The very idea of noting any positive “side effects” of the COVID virus seems tone-deaf at best, as though attributing those benefits to the deaths of millions worldwide. So, I hope it won’t make me sound “pro-COVID” to notice a precipitous drop in admittedly less lethal illnesses during the pandemic. Between the onset of COVID and September, the CDC reported influenza plummeted to “historically low inter-seasonal levels.” During that same period, as noted in Wired, “People were far less likely to get sick sick — at least from respiratory viruses that aren’t called SARS-CoV-2.”

During this pandemic, there has also been a decline of approximately 2.4 billion tons in global greenhouse gas emissions — the largest on record, according to the University of East Anglia, the University of Exeter, and the Global Carbon Project. Previously invisible workers were deemed essential while others became eligible for jobs a half a world away after employers discovered that not every position need be tethered to an office.
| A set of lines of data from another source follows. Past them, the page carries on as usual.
import fc from 'fast-check';
import { describe, expect, test } from 'vitest';
import { MAGNETIC_CONSTANT } from '../../../sim/hardware/magnetic.ts';
import { PlayCircuit } from '../../../sim/hardware/playcircuit.ts';
import { froehlichMaterial, materialFromLoop, type PlayMaterial } from '../../../sim/hardware/playmaterial.ts';

const MU0 = MAGNETIC_CONSTANT;

/** Typical MnZn power ferrite, handbook values from memory. */
const FERRITE = { coercivity: 15, remanence: 0.12, saturation: 0.49, permeability: 2200 };

function ferrite(): PlayMaterial {
  return materialFromLoop(FERRITE.coercivity, FERRITE.remanence, FERRITE.saturation, FERRITE.permeability);
}

function play(circuit: PlayCircuit, ampereTurns: number[]): number[] {
  const values = Float64Array.from(ampereTurns);
  circuit.process(values, values.length);
  return [...values];
}

/** A ring of 1 m without gap: ampere-turns are then the field in A/m. */
function ring(material: PlayMaterial): PlayCircuit {
  return new PlayCircuit(material, 1, 0);
}

/** E is B here: a curve that saturates only at 1e12 A/m leaves the operators as they are, to 1e-10 at 100 A/m. */
function straight(reversible: number, thresholds: number[], weights: number[]): PlayMaterial {
  return {
    saturationTesla: 1e12, knee: 1e12, reversible, thresholds: Float64Array.from(thresholds),
    weights: Float64Array.from(weights), airPermeability: 0,
  };
}

/** Another structure: every operator stepped by its definition, and the field found by bisection. */
class Oracle {
  private readonly held: Float64Array;

  constructor(private readonly material: PlayMaterial, private readonly path: number, private readonly gap: number) {
    this.held = new Float64Array(material.thresholds.length);
  }

  step(turns: number): number {
    let low = -1e7;
    let high = 1e7;
    for (let i = 0; i < 200; i++) {
      const middle = (low + high) / 2;
      if (middle * this.path + (this.tesla(middle) * this.gap) / MU0 < turns) low = middle;
      else high = middle;
    }
    const tesla = this.tesla(high);
    for (let i = 0; i < this.held.length; i++) this.held[i] = this.moved(i, high);
    return tesla;
  }

  private moved(i: number, field: number): number {
    const threshold = this.material.thresholds[i];
    return Math.max(field - threshold, Math.min(field + threshold, this.held[i]));
  }

  private tesla(field: number): number {
    const { reversible, weights, saturationTesla, knee, airPermeability } = this.material;
    let effective = reversible * field;
    for (let i = 0; i < weights.length; i++) effective += weights[i] * this.moved(i, field);
    return (saturationTesla * effective) / (Math.abs(effective) + knee) + airPermeability * field;
  }
}

describe('one play operator', () => {
  test('the sequence 0, 2, 0.5, -1.5, 3, 1.2 with threshold 1 gives 0, 1, 1, -0.5, 2, 2', () => {
    // I. D. Mayergoyz, "Mathematical Models of Hysteresis": the play operator by its definition
    const inputs = [0, 2, 0.5, -1.5, 3, 1.2];
    // a reversible share of 1e-6 is there because a dead zone without slope would leave the field undetermined
    const got = play(ring(straight(1e-6, [1], [1])), inputs);
    const expected = [0, 1, 1, -0.5, 2, 2];
    // H is exact to rounding over the slope, 2e-16/1e-6, the curve of 1e12 bends by 1e-12
    got.forEach((value, i) => expect(Math.abs(value - expected[i] - 1e-6 * inputs[i])).toBeLessThan(1e-9));
  });
});

describe('Rayleigh loop by play operators of even density (Lord Rayleigh, Phil. Mag. 23 (1887) 225)', () => {
  const chi = 1000;
  const nu = 2;
  const top = 50;

  function rayleigh(operators: number): PlayCircuit {
    const width = top / operators;
    return ring(straight(chi, Array.from({ length: operators }, (_, i) => (i + 0.5) * width),
      new Array<number>(operators).fill(2 * nu * width)));
  }

  test.each([20, 40, 80])('virgin curve, descending branch and remanence with %s operators', (operators) => {
    const circuit = rayleigh(operators);
    // midpoint rule: an operator stands for thresholds within half a width, which misses at most density width^2/8
    const bound = (2 * nu * (top / operators) ** 2) / 8 + 1e-9; // 1e-9: rounding of up to 55000
    // the curve of 1e12 takes M^2/1e12 away
    const virgin = play(circuit, [12.5, 25, 37.3, 50]);
    [12.5, 25, 37.3, 50].forEach((h, i) =>
      expect(Math.abs(virgin[i] - (chi * h + nu * h * h))).toBeLessThan(bound + virgin[i] ** 2 / 1e12));
    const falling = [40, 25, 11.1, 0, -2.2680508593630293, -25, -50];
    const branch = play(circuit, falling);
    falling.forEach((h, i) => {
      const exact = (chi + nu * top) * h + (nu / 2) * (top * top - h * h);
      // twice: on the way back from a turn an operator has to move by twice its threshold
      expect(Math.abs(branch[i] - exact)).toBeLessThan(2 * bound + exact ** 2 / 1e12);
    });
  });

  test('loss 4/3 mu0 nu Hm^3 for each cycle', () => {
    const circuit = rayleigh(40);
    const points = 4000;
    const inputs = Array.from({ length: 2 * points }, (_, i) => top * Math.cos((2 * Math.PI * i) / points));
    const out = play(circuit, inputs);
    let loss = 0;
    for (let i = points; i < 2 * points; i++) {
      loss += (MU0 / 2) * (inputs[i] + inputs[i - 1]) * (out[i] - out[i - 1]);
    }
    // the loop of one operator has the area 4 r (Hm - r); summed at midpoints r^2 misses Hm width^2/12, which is
    // 1/(2 n^2) of the loss; trapezoids cut its corners by (0.08 A/m)^2/2, 3e-6 of the mean area of 1700
    expect(Math.abs(loss / 0.4188790204786391 - 1)).toBeLessThan(1 / (2 * 40 ** 2) + 1e-5);
    expect(Math.abs(loss / 0.4188790204786391 - 1)).toBeGreaterThan(0.9 / (2 * 40 ** 2));
  });
});

describe('play model', () => {
  const turns = fc.array(fc.oneof(
    fc.double({ min: -5, max: 5, noNaN: true }), fc.double({ min: -500, max: 500, noNaN: true }),
    fc.constantFrom(0, -0, 1e5, -1e5, 1e-9),
  ), { minLength: 1, maxLength: 40 });

  test('the same flux as operators stepped one by one with the field found by bisection', () => {
    fc.assert(fc.property(turns, fc.constantFrom(0, 1e-5, 2e-3, 10), (inputs, gap) => {
      const circuit = new PlayCircuit(ferrite(), 0.08, gap);
      const oracle = new Oracle(ferrite(), 0.08, gap);
      const got = play(circuit, inputs);
      inputs.forEach((input, i) => {
        const expected = oracle.step(input);
        // bisection from 1e7 A/m stops at a few units in the last place of H, up to 1e6 A/m: 1e-9 A/m at a slope of
        // at most 0.011 T/(A/m); a gap adds rounding of N I over its length
        expect(Math.abs(got[i] - expected)).toBeLessThan(1e-11 + 1e-12 * Math.abs(expected));
      });
    }));
  });

  test('wiping-out: a larger excursion erases the smaller ones before it', () => {
    for (const gap of [0, 0.002]) {
      const scale = gap === 0 ? 5 : 60;
      const winding = new PlayCircuit(ferrite(), 0.08, gap);
      const direct = new PlayCircuit(ferrite(), 0.08, gap);
      play(winding, [0, 5, 1, 4, 5].map((x) => x * scale));
      play(direct, [0, 5].map((x) => x * scale));
      for (const next of [3, -1, 6, 0]) {
        expect(Math.abs(play(winding, [next * scale])[0] - play(direct, [next * scale])[0])).toBeLessThan(1e-14);
      }
    }
  });

  test('congruency: minor loops of the operators between the same fields have the same height after any past', () => {
    const model = straight(1e-3, [0.5, 1, 2, 4, 8], [1, 2, 3, 2, 1]);
    const heightAfter = (history: number[]): number => {
      const circuit = ring(model);
      const loop = play(circuit, [...history, 3, -2, 3, -2]).slice(-2);
      return loop[0] - loop[1];
    };
    const plain = heightAfter([]);
    expect(plain).toBeGreaterThan(1);
    for (const history of [[30], [-30], [20, -10, 15], [-20, 9]]) {
      // the curve of 1e12 bends a sum of up to 270 by 270^2/1e12 at each end
      expect(Math.abs(heightAfter(history) - plain)).toBeLessThan(2 * 270 ** 2 / 1e12);
    }
  });

  test('rate independence: points between two extremes change nothing, nor does the cut into blocks', () => {
    fc.assert(fc.property(turns, fc.integer({ min: 1, max: 7 }), (inputs, between) => {
      const coarse = play(new PlayCircuit(ferrite(), 0.08, 0.002), inputs);
      const fine = new PlayCircuit(ferrite(), 0.08, 0.002);
      let before = 0;
      inputs.forEach((input, i) => {
        const way = Array.from({ length: between }, (_, k) => before + ((input - before) * (k + 1)) / between);
        way[between - 1] = input;
        const last = way.map((turn) => play(fine, [turn])[0])[between - 1];
        // rounding only: of N I up to 1e5 over a gap of 2 mm
        expect(Math.abs(last - coarse[i])).toBeLessThan(1e-12 + 1e-13 * Math.abs(coarse[i]));
        before = input;
      });
    }));
  });
});

describe('loop from saturation (J. H. Chan et al., IEEE Trans. CAD 10 (1991) 476)', () => {
  test('Bs = 0.49, Br = 0.12, Hc = 20: upper branch at -100, -20, 0, 20, 100, 1000 A/m', () => {
    const material = { ...materialFromLoop(20, 0.12, 0.49, 2200), airPermeability: 0 }; // mu0 H is left out there
    const circuit = ring(material);
    play(circuit, [1e4]);
    const fields = [1000, 100, 20, 0, -20, -100];
    const expected = [0.4620647149460709, 0.3236697247706422, 0.19278688524590168, 0.12, 0, -0.2767058823529412];
    play(circuit, fields).forEach((tesla, i) => expect(Math.abs(tesla - expected[i])).toBeLessThan(1e-12));
  });

  test('the initial slope is the permeability', () => {
    for (const permeability of [1.5, 100, 2200, 5000]) {
      const material = materialFromLoop(20, 0.12, 0.49, permeability);
      // half of the first threshold: no operator moves; the curve bends by E/knee, E <= 1e-6 A/m
      const slope = play(ring(material), [1e-6])[0] / 1e-6 / MU0;
      // 0.01: the least reversible share
      expect(Math.abs(slope - permeability)).toBeLessThan(0.01 + 1e-6 * permeability);
    }
  });

  test('a permeability above the steepest slope of the loop, and a remanence beyond saturation, are refused', () => {
    expect(() => materialFromLoop(20, 0.12, 0.49, 10000)).toThrow(/core\.permeability: found 10000, allowed at most/);
    expect(() => materialFromLoop(20, 0.5, 0.49, 1000)).toThrow(/remanence_T: found 0.5, allowed less than/);
  });
});

describe('Froehlich-Kennelly curve: B = H/(1/(mu0 mui) + |H|/Bs), computed from the formula to 12 figures', () => {
  test.each([
    [1, 0.00287331697968], [10, 0.0272927872242], [50, 0.111599713742], [100, 0.181794832958], [250, 0.291990210387],
    [1000, 0.418970071027], [1200, 0.429342927366],
  ])('without gap, %s A/m', (field, tesla) => {
    const circuit = ring(froehlichMaterial(0.49, 2300, 0));
    // 12 figures printed; the two values of mu0 differ by 2e-10
    expect(Math.abs(play(circuit, [field])[0] / tesla - 1)).toBeLessThan(5e-10);
    expect(Math.abs(play(circuit, [-field])[0] / tesla + 1)).toBeLessThan(5e-10);
  });

  test.each([
    [10, 0.00617443348609], [100, 0.0616063602491], [500, 0.300630693151], [1000, 0.465613343819],
    [2000, 0.484650088959], [5000, 0.488431198655],
  ])('with a gap of 2 mm in 80 mm, %s A', (ampereTurns, tesla) => {
    const circuit = new PlayCircuit(froehlichMaterial(0.49, 2300, 0), 0.08, 0.002);
    expect(Math.abs(play(circuit, [ampereTurns])[0] / tesla - 1)).toBeLessThan(5e-10);
  });
});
Who wouldn’t trade it all to reclaim the lives lost?

But, if we fail to acknowledge all of the lessons large and small we’ve learned from the pandemic, we will have squandered a learning opportunity. Before we return to all our bad old habits from the good old days, why not reevaluate everything? This is a time that demands science, not nostalgia over lost customs that never made sense in the first place.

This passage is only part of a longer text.